Par Mario
Bucciarelli, Fondateur de CoachingCore et créateur du programme ASSO©
Chaque début d’année,
nous faisons des promesses.
Mieux manger. Moins
stresser. Être plus efficaces. Plus performants. Plus “nous-mêmes”.
Et chaque début
d’année, une question demeure :
À quel moment
avons-nous réellement appris à prendre soin de nous ?
Une société épuisée qui
continue d’avancer
Nous passons beaucoup
de temps à parler de bien-être, à nous intéresser à ce qui pourrait faire
sentir bien, à nous projeter dans des activités ou des pratiques qui devraient
nous assurer le bonheur, et pourtant jamais nous n’avons été aussi fatigués. Fatigués
mentalement, émotionnellement, intérieurement. La pression de la réussite,
l’accélération permanente, l’injonction à aller toujours plus vite laissent peu
de place à l’écoute de soi. Et pas qu’à niveau professionnel : nous sommes
également appelés à briller en société, à être toujours disponibles, prêts à
vivre toute sorte d’expériences…
Résultat : une normalisation de
l’épuisement. On tient. On encaisse. On avance. Jusqu’à quand ?
Prendre soin de sa
santé mentale n’est pas un luxe
La santé mentale n’est
pas une option de confort réservée à quelques privilégiés. Elle est le socle de
nos équilibres personnels, relationnels et professionnels. Ignorer ses signaux
internes, c’est accepter de fonctionner en déséquilibre permanent.
En 2026, prendre soin
de soi n’est pas une fuite du réel.
C’est une manière
lucide d’y faire face.
Se choisir, sans
égoïsme ni culpabilité
Se choisir ne signifie
pas se couper du monde.
Cela signifie poser des
limites, reconnaître ses besoins, accepter ses vulnérabilités et faire des
choix alignés.
C’est refuser de se
définir uniquement par ce que l’on produit, par ce que l’on montre, par ce que
l’on réussit.
C’est se rappeler que
la valeur d’un individu ne se mesure pas à son niveau de performance.
Travailler sur soi : un
acte de responsabilité
S’observer, se
questionner, chercher à comprendre ses fonctionnements n’est pas un aveu de
faiblesse.

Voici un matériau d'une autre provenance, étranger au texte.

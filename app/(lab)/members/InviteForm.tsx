'use client';

import { useState, useTransition } from 'react';
import { useForm } from 'react-hook-form';
import { zodResolver } from '@hookform/resolvers/zod';
import { inviteSchema, type InviteInput } from '@/lib/auth/schemas';
import { ROLE_LABELS, ROLES } from '@/lib/auth/roles';
import { inviteMember } from './actions';

export function InviteForm() {
  const [pending, start] = useTransition();
  const [status, setStatus] = useState<{ ok: boolean; text: string } | null>(null);
  const { register, handleSubmit, formState, reset, setError } = useForm<InviteInput>({
    resolver: zodResolver(inviteSchema),
    defaultValues: { email: '', roles: ['experimenter'] },
  });
  const onSubmit = handleSubmit((values) =>
    start(async () => {
      const res = await inviteMember(values);
      if (res.ok) {
        setStatus({ ok: true, text: `Invitation sent to ${res.data.email}.` });
        reset();
      } else {
        for (const f of res.fieldErrors) setError(f.path as keyof InviteInput, { message: f.message });
        setStatus({ ok: false, text: res.message });
      }
    }),
  );
  const errs = formState.errors;
  return (
    <form onSubmit={onSubmit} className="card space-y-3" noValidate aria-labelledby="invite-title">
      <h2 id="invite-title" className="text-base">Invite someone</h2>
      <div>
        <label htmlFor="invite-email" className="label">E-mail</label>
        <input id="invite-email" type="email" className="field" {...register('email')}
          aria-invalid={Boolean(errs.email)} aria-describedby={errs.email ? 'invite-email-err' : undefined} />
        {errs.email ? <p id="invite-email-err" className="field-error">{errs.email.message}</p> : null}
      </div>
      <fieldset>
        <legend className="label">Roles</legend>
        <div className="flex flex-wrap gap-4 text-sm">
          {ROLES.map((r) => (
            <label key={r} className="flex items-center gap-1.5">
              <input type="checkbox" value={r} {...register('roles')} /> {ROLE_LABELS[r]}
            </label>
          ))}
        </div>
        {errs.roles ? <p className="field-error">{errs.roles.message}</p> : null}
      </fieldset>
      {status ? <p role="status" className={`text-sm ${status.ok ? 'text-ok' : 'text-danger'}`}>{status.text}</p> : null}
      <button type="submit" className="btn btn-primary" disabled={pending}>{pending ? 'Sending…' : 'Send invitation'}</button>
    </form>
  );
}
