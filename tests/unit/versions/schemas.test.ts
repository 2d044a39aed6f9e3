import { describe, expect, it } from 'vitest';
import { decisionSchema, protocolFormSchema, queueQuerySchema, submitSchema } from '@/lib/versions/schemas';

const uuid = '3f1c2b9e-8a4d-4c3b-9f2e-1a2b3c4d5e6f';

describe('decisionSchema', () => {
  it('requires a comment to return a version, with the field path', () => {
    const r = decisionSchema.safeParse({ versionId: uuid, revision: 2, decision: 'return', comment: '   ' });
    expect(r.success).toBe(false);
    expect(r.error!.issues[0]).toMatchObject({ path: ['comment'] });
  });

  it('approves without a comment and reads the revision from a form string', () => {
    const r = decisionSchema.parse({ versionId: uuid, revision: '3', decision: 'approve' });
    expect(r).toEqual({ versionId: uuid, revision: 3, decision: 'approve', comment: '' });
  });
});

describe('submitSchema', () => {
  it('refuses a negative or fractional revision', () => {
    expect(submitSchema.safeParse({ versionId: uuid, revision: -1 }).success).toBe(false);
    expect(submitSchema.safeParse({ versionId: uuid, revision: 1.5 }).success).toBe(false);
  });
});

describe('protocolFormSchema', () => {
  it('names each missing field', () => {
    const r = protocolFormSchema.safeParse({ name: ' ', purpose: '', modality: 'sound', target: '', rigIds: [], startFrom: 'x' });
    expect(r.success).toBe(false);
    expect(r.error!.issues.map((i) => i.path.join('.')).sort()).toEqual(['modality', 'name', 'rigIds', 'startFrom']);
  });
});

describe('queueQuerySchema', () => {
  it('defaults to the versions waiting, oldest first, page 1', () => {
    expect(queueQuerySchema.parse({})).toEqual({ status: 'in_review', sort: 'submitted', dir: 'asc', page: 1 });
  });

  it('falls back field by field on garbage instead of failing the page', () => {
    const q = queueQuerySchema.parse({ status: 'nope', rig: 'x', sort: 'drop table', dir: 'up', page: '-3' });
    expect(q).toEqual({ status: 'in_review', rig: undefined, sort: 'submitted', dir: 'asc', page: 1 });
  });
});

C’est un acte de maturité. Nous avons appris à tout optimiser, sauf
notre rapport à nous-mêmes.
Or, mieux se connaître
permet de mieux vivre, mieux décider, mieux relationner.
Changer de regard sur
le changement
Le début d’année est
souvent abordé comme une course au changement rapide. Et si, cette fois, nous
changions de regard plutôt que de rythme ? Si l’enjeu n’était pas de faire
plus, mais de faire autrement ?
En 2026, la plus grande
transformation pourrait être intérieure, silencieuse, durable.
Une résolution simple,
mais essentielle
Cette année, peut-être
devrions-nous arrêter de promettre d’être “meilleurs”.
Et commencer par être
plus justes avec nous-mêmes, plus indulgents.
Parce que lorsque l’on
prend soin de son équilibre intérieur,
le reste suit
naturellement.
Se choisir : un acte
profondément politique
Se choisir,
aujourd’hui, n’est pas un repli sur soi.
C’est un acte de
résistance face à une société qui valorise l’épuisement plutôt que l’équilibre,
la vitesse plutôt que le sens, la performance plutôt que l’humain.
En 2026, prendre soin
de soi, de sa santé mentale, de son rapport aux autres et à soi-même devient un
enjeu collectif autant qu’individuel. Une société qui va mieux commence
toujours par des individus qui s’autorisent à aller mieux.
Peut-être est-ce là,
finalement, la seule résolution qui mérite d’être tenue : cesser de se
maltraiter au nom d’idéaux qui ne nous ressemblent plus.
Et accepter, enfin, que se choisir n’est ni une faiblesse ni un luxe, mais une condition essentielle pour durer, créer et vivre pleinement.